ABOUT THIS EXERCISE :: Write out exactly the lines of the entries below from the one holding "st_finding g;" to the one holding "int tcode = sqlite3_column_type(s, 1), tmsg", inclusive, and leave out all other lines.

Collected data

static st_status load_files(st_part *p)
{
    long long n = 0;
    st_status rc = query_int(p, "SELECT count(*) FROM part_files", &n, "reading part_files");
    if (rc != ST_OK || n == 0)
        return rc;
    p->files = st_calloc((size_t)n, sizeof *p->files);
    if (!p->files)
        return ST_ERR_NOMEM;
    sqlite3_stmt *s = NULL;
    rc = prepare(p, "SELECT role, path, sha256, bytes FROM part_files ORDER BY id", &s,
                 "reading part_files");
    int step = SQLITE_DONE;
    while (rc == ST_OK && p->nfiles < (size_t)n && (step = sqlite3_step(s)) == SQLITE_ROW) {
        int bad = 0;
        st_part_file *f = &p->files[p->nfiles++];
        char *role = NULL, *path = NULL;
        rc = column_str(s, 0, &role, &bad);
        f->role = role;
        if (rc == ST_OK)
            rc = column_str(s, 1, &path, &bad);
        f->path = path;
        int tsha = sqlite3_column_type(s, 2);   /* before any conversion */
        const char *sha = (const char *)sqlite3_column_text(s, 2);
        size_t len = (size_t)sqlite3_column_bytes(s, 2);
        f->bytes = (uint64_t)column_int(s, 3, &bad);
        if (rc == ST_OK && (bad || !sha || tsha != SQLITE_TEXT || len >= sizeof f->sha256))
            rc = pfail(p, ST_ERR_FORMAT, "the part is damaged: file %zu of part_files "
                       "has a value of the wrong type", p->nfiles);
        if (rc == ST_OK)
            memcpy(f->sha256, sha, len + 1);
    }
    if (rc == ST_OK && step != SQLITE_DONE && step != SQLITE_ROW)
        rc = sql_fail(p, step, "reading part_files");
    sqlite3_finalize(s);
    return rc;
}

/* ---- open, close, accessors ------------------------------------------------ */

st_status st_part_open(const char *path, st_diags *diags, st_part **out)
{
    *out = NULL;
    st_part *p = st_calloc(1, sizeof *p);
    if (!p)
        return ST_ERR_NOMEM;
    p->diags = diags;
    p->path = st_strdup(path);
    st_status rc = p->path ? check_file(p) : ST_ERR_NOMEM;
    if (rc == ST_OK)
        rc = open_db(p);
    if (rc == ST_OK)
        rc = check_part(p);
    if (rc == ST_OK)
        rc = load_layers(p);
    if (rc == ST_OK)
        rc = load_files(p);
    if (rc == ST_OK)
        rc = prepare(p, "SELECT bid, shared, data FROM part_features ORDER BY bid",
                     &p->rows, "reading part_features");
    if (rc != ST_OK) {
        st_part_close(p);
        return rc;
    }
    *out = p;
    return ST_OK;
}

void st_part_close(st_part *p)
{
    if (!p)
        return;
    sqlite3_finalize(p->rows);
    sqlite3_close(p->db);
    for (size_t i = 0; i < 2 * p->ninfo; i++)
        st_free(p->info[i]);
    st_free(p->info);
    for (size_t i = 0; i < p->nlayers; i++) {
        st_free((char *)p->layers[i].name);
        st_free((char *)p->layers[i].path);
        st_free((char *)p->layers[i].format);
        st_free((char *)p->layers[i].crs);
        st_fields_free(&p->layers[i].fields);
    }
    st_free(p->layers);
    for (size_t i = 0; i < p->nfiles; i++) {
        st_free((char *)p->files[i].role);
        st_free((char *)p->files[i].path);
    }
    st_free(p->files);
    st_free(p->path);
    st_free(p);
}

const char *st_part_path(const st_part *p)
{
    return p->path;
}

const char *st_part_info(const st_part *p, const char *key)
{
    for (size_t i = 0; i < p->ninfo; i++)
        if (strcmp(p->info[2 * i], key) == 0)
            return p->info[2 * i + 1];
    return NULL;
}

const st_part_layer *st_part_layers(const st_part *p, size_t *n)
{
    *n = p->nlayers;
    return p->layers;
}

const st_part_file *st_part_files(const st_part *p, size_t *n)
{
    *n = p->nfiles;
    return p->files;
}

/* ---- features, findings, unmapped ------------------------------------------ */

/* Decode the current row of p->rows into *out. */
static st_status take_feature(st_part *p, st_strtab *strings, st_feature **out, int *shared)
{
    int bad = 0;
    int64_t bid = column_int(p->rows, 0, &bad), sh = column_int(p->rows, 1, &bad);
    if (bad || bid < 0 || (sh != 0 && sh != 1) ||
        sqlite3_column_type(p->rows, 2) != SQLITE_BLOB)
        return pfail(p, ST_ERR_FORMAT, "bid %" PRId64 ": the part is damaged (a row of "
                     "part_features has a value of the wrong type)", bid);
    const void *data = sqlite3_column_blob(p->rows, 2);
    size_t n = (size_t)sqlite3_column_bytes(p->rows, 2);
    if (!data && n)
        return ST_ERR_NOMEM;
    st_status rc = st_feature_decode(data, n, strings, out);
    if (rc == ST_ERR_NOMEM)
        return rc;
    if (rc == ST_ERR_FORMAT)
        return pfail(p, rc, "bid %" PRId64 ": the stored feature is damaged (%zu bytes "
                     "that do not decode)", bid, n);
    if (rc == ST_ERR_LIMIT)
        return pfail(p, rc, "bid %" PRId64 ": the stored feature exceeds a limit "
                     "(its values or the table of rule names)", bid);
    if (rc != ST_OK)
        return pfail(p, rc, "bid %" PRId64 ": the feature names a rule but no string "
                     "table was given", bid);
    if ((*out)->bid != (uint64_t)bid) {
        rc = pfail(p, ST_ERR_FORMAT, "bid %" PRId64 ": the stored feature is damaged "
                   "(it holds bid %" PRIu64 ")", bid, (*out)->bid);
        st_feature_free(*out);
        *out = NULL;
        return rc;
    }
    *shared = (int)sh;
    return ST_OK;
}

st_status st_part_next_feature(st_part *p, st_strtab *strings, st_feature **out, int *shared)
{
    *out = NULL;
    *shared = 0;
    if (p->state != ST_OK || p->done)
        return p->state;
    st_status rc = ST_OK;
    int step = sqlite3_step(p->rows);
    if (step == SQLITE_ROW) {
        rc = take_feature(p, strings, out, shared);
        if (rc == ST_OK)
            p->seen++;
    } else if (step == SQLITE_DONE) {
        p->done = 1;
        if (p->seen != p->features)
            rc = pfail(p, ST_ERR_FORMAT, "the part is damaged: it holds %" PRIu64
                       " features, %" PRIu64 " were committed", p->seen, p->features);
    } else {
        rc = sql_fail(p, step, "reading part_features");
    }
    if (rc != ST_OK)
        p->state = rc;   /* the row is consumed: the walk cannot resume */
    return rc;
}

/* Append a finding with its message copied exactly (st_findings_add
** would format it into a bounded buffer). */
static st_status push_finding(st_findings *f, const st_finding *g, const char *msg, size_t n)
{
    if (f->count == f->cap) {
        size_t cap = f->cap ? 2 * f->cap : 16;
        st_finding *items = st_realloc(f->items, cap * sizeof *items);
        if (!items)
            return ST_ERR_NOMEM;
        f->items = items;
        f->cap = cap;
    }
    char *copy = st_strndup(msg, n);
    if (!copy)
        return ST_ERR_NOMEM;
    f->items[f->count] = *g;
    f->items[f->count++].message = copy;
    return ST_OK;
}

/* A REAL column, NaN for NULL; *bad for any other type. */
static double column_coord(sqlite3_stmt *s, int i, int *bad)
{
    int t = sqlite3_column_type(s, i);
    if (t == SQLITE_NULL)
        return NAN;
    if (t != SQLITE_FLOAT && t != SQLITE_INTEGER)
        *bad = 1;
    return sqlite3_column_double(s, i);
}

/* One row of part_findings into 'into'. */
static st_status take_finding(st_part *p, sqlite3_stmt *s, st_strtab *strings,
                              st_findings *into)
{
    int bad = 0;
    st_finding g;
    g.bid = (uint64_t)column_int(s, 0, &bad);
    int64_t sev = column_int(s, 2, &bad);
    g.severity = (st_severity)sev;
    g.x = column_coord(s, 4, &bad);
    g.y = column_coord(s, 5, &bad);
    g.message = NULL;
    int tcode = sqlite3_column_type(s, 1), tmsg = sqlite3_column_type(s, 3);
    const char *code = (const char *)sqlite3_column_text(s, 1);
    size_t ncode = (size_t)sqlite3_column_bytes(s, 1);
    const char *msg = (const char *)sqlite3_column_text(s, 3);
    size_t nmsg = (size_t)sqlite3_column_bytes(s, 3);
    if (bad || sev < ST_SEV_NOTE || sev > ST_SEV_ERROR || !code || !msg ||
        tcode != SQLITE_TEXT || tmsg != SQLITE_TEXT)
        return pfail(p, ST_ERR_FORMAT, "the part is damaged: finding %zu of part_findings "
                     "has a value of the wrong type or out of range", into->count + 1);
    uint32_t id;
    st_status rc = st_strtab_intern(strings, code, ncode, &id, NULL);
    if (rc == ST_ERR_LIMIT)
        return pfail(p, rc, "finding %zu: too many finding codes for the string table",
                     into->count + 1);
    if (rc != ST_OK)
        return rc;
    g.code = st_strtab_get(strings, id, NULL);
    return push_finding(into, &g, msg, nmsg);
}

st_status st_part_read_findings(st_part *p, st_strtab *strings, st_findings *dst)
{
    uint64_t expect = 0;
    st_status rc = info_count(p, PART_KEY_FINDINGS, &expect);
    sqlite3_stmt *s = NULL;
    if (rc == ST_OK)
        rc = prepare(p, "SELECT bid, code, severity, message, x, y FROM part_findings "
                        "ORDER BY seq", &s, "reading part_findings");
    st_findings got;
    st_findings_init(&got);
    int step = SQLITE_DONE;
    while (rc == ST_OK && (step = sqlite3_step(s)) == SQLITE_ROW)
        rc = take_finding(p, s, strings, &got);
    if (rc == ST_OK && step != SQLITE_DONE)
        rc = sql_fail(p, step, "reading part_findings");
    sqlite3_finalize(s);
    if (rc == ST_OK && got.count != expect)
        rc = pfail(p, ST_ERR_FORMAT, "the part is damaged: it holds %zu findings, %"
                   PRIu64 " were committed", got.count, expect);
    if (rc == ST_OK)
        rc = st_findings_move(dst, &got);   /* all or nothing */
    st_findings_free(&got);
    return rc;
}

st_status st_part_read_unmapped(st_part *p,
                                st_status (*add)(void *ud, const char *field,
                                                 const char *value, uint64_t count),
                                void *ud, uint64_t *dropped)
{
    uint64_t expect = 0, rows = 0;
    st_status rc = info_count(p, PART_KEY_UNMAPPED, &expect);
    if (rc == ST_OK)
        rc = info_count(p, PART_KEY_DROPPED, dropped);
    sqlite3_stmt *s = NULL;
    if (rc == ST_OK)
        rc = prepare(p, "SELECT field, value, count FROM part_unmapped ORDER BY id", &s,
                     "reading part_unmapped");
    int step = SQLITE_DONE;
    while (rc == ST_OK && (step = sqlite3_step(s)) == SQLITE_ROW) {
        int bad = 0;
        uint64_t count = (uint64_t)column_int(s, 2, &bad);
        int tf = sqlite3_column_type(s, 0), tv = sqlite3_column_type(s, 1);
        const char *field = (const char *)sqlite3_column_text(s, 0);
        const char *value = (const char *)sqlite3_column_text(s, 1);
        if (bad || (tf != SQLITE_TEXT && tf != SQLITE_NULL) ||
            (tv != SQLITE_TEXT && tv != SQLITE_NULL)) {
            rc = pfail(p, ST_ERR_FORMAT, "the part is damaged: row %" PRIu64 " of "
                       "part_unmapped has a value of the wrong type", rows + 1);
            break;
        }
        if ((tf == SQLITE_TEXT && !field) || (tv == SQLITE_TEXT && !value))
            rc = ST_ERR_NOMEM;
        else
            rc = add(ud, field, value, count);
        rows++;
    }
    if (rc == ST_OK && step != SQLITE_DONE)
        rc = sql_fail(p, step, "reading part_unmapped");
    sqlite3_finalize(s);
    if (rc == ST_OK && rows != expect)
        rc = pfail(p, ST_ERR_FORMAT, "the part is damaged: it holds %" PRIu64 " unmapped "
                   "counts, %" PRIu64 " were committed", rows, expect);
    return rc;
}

SOLUTION ::
    st_finding g;
    g.bid = (uint64_t)column_int(s, 0, &bad);
    int64_t sev = column_int(s, 2, &bad);
    g.severity = (st_severity)sev;
    g.x = column_coord(s, 4, &bad);
    g.y = column_coord(s, 5, &bad);
    g.message = NULL;
    int tcode = sqlite3_column_type(s, 1), tmsg = sqlite3_column_type(s, 3);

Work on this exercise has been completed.